Можно было подумать, что миазмы болотной лихорадки, распространяясь по всей лестнице, просачиваются из-под дверей. На той же площадке, против Аннеты, билась в лихорадочном ознобе Кларисса. Запершись в четырех стенах, она никого не хотела видеть и злилась на весь свет. В душе ее был холод, была ночь. Клариссе казалось, что вся кровь в ней застыла, что она постепенно каменеет, как кора замерзшего дерева. Только письма ушедшего изредка обдавали ее волной тепла. Она читала их с сухими глазами, с оледеневшим сердцем: расставшись с Клариссой, он украл у нее солнце ее ночей. Смяв прочитанное письмо, она зажимала его, как шарик, в кулаке. И, однако, Кларисса отвечала коротким и пустым письмом, не отражавшим того, что она выстрадала, что она хотела и его заставить выстрадать. Она ничего не скрывала; она была из тех, для кого писать значит говорить обо всем, что происходит вокруг, но только не внутри них: о делах, но не о мыслях. О своем заветном Кларисса не вела беседы даже с самой собой. Чтобы говорить со своим сердцем, надо чувствовать его биение.
Ее же сердце застыло. Она, как стеной, отгородилась от мира злобой.

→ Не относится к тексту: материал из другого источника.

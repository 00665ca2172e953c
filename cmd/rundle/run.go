package main

import (
	"encoding/json"
	"errors"
	"fmt"
	"io"
	"runtime"
	"slices"
	"strings"

	"github.com/alecthomas/kong"

	"rundle/internal/modelfile"
)

// grammar is the command line.
type grammar struct {
	JSON    bool `name:"json" help:"Print one JSON document on standard output."`
	Threads *int `name:"threads" placeholder:"N" help:"Number of threads; default: all processors."`

	Check   checkCommand   `cmd:"" help:"Explain a model: unit cell, terms, charges, arithmetic, cost."`
	Solve   solveCommand   `cmd:"" help:"Find the ground state of a model, with observations and error bars, in a run folder."`
	Read    readCommand    `cmd:"" help:"Observe the states that a run saved."`
	Version versionCommand `cmd:"" help:"Print version, build and kernels."`
}

// commands lists what exists, in the order of the help.
var commands = []string{"check", "solve", "read", "version"}

// console is what a command talks to.
type console struct {
	stdout, stderr io.Writer
	json           bool
	threads        int
}

// runner is a command: it returns an exit code, or an error that decides it.
type runner interface {
	run(c *console) (int, error)
}

// run is the whole program but for the process around it.
func run(args []string, stdout, stderr io.Writer) int {
	c := &console{stdout: stdout, stderr: stderr, json: slices.Contains(args, "--json")}
	return c.finish(guard(stderr, func() (int, error) { return c.dispatch(args) }))
}

// finish tells of an error and returns the exit code. A panic has been told of already.
func (c *console) finish(code int, err error) int {
	if err == nil {
		return code
	}
	if code == exitDone {
		code = codeOf(err)
		c.diagnose(err)
	}
	if c.json {
		c.documentError(code, err)
	}
	return code
}

// dispatch parses the command line and runs the command.
func (c *console) dispatch(args []string) (int, error) {
	if len(args) == 0 {
		fmt.Fprint(c.stdout, welcome)
		return exitDone, nil
	}
	var g grammar
	helped := false
	parser, err := kong.New(&g,
		kong.Name("rundle"), kong.Description("From a ladder Hamiltonian in a model file to its ground state."),
		kong.Writers(c.stdout, c.stderr), kong.Exit(func(int) { helped = true }),
		kong.ConfigureHelp(kong.HelpOptions{Compact: true, NoExpandSubcommands: true}))
	if err != nil {
		return 0, err
	}
	parsed, err := parser.Parse(args)
	if helped {
		return exitDone, nil
	}
	if err != nil {
		return 0, usageOf(err, args)
	}
	threads := 0
	if g.Threads != nil {
		threads = *g.Threads
	}
	if g.Threads != nil && (threads < 1 || threads > 4096) {
		return 0, &usageError{fmt.Sprintf("--threads %d: expected 1 to 4096", threads), ""}
	}
	if threads > 0 {
		runtime.GOMAXPROCS(threads)
	}
	c.json, c.threads = g.JSON, threads
	return parsed.Selected().Target.Addr().Interface().(runner).run(c)
}

// usageOf words an error of the parser.
func usageOf(err error, args []string) error {
	var parse *kong.ParseError
	if errors.As(err, &parse) && parse.Context != nil && parse.Context.Selected() != nil {
		return &usageError{err.Error(), fmt.Sprintf("rundle %s --help lists its arguments and flags", parse.Context.Selected().Name)}
	}
	if word, ok := strings.CutPrefix(err.Error(), "unexpected argument "); ok {
		// The parser may add a guess; the word itself is among the arguments.
		for _, a := range args {
			if strings.HasPrefix(word, a) {
				return &usageError{fmt.Sprintf("unknown command %q", a), unknownHint(a)}
			}
		}
	}
	return &usageError{err.Error(), "rundle --help lists commands and flags"}
}

func unknownHint(word string) string {
	hint := "there are " + strings.Join(commands[:len(commands)-1], ", ") + " and " + commands[len(commands)-1]
	if strings.HasSuffix(word, ".toml") {
		hint += "; to solve a model: rundle solve " + word
	}
	return hint
}

// load reads a model file.
func load(file string) (*modelfile.Model, error) {
	m, err := modelfile.Load(file)
	if err != nil && len(modelfile.Faults(err)) == 0 {
		return nil, &usageError{err.Error(), ""}
	}
	return m, err
}

// document prints a value as the one JSON document of a command.
func (c *console) document(v any) error {
	e := json.NewEncoder(c.stdout)
	e.SetEscapeHTML(false)
	e.SetIndent("", " ")
	return e.Encode(v)
}

func (c *console) say(format string, args ...any) { fmt.Fprintf(c.stderr, format+"\n", args...) }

Но весна растопила лед. Однажды до Марка донесся ее смех. Она двигалась по комнате, смотрелась в зеркало. Ее стали встречать на лестнице.
Выходила она из дому поздно. Кларисса всегда была одета со вкусом: эта дочь Парижа инстинктивно понимала, что ей к лицу; линии ее хрупкого тела, все ее движения отличались кошачьей гибкостью, и в глазах у нее мерцал тот холодный тлеющий огонек, какой бывает у кошек. Двигалась она бесшумно, старалась не останавливаться; в виде приветствия только наклоняла голову, а если к ней обращались, ограничивалась двумя-тремя учтивыми словами и проходила мимо. У нее не было охоты говорить о себе или выслушивать других.
«Я иду своим путем, а вы идите своим!»
Она держала себя как чужая. А люди простят вам все, но не простят отказа есть из одной тарелки с ними. Вокруг молодой женщины ткалась паутина недоброжелательства. Ей это было безразлично. Впрочем, все были заняты и не следили за ней. Лишь один человек ждал ее возвращения по ночам, и воображение его кипело, – Марк. Все тот же Марк… Нечего сказать, приятное у него окружение! Справа и слева от его постели – обезумевшие девы. Их распаленные тела… Над Парижем носится ветер сладострастия. А сладострастие сродни ненависти.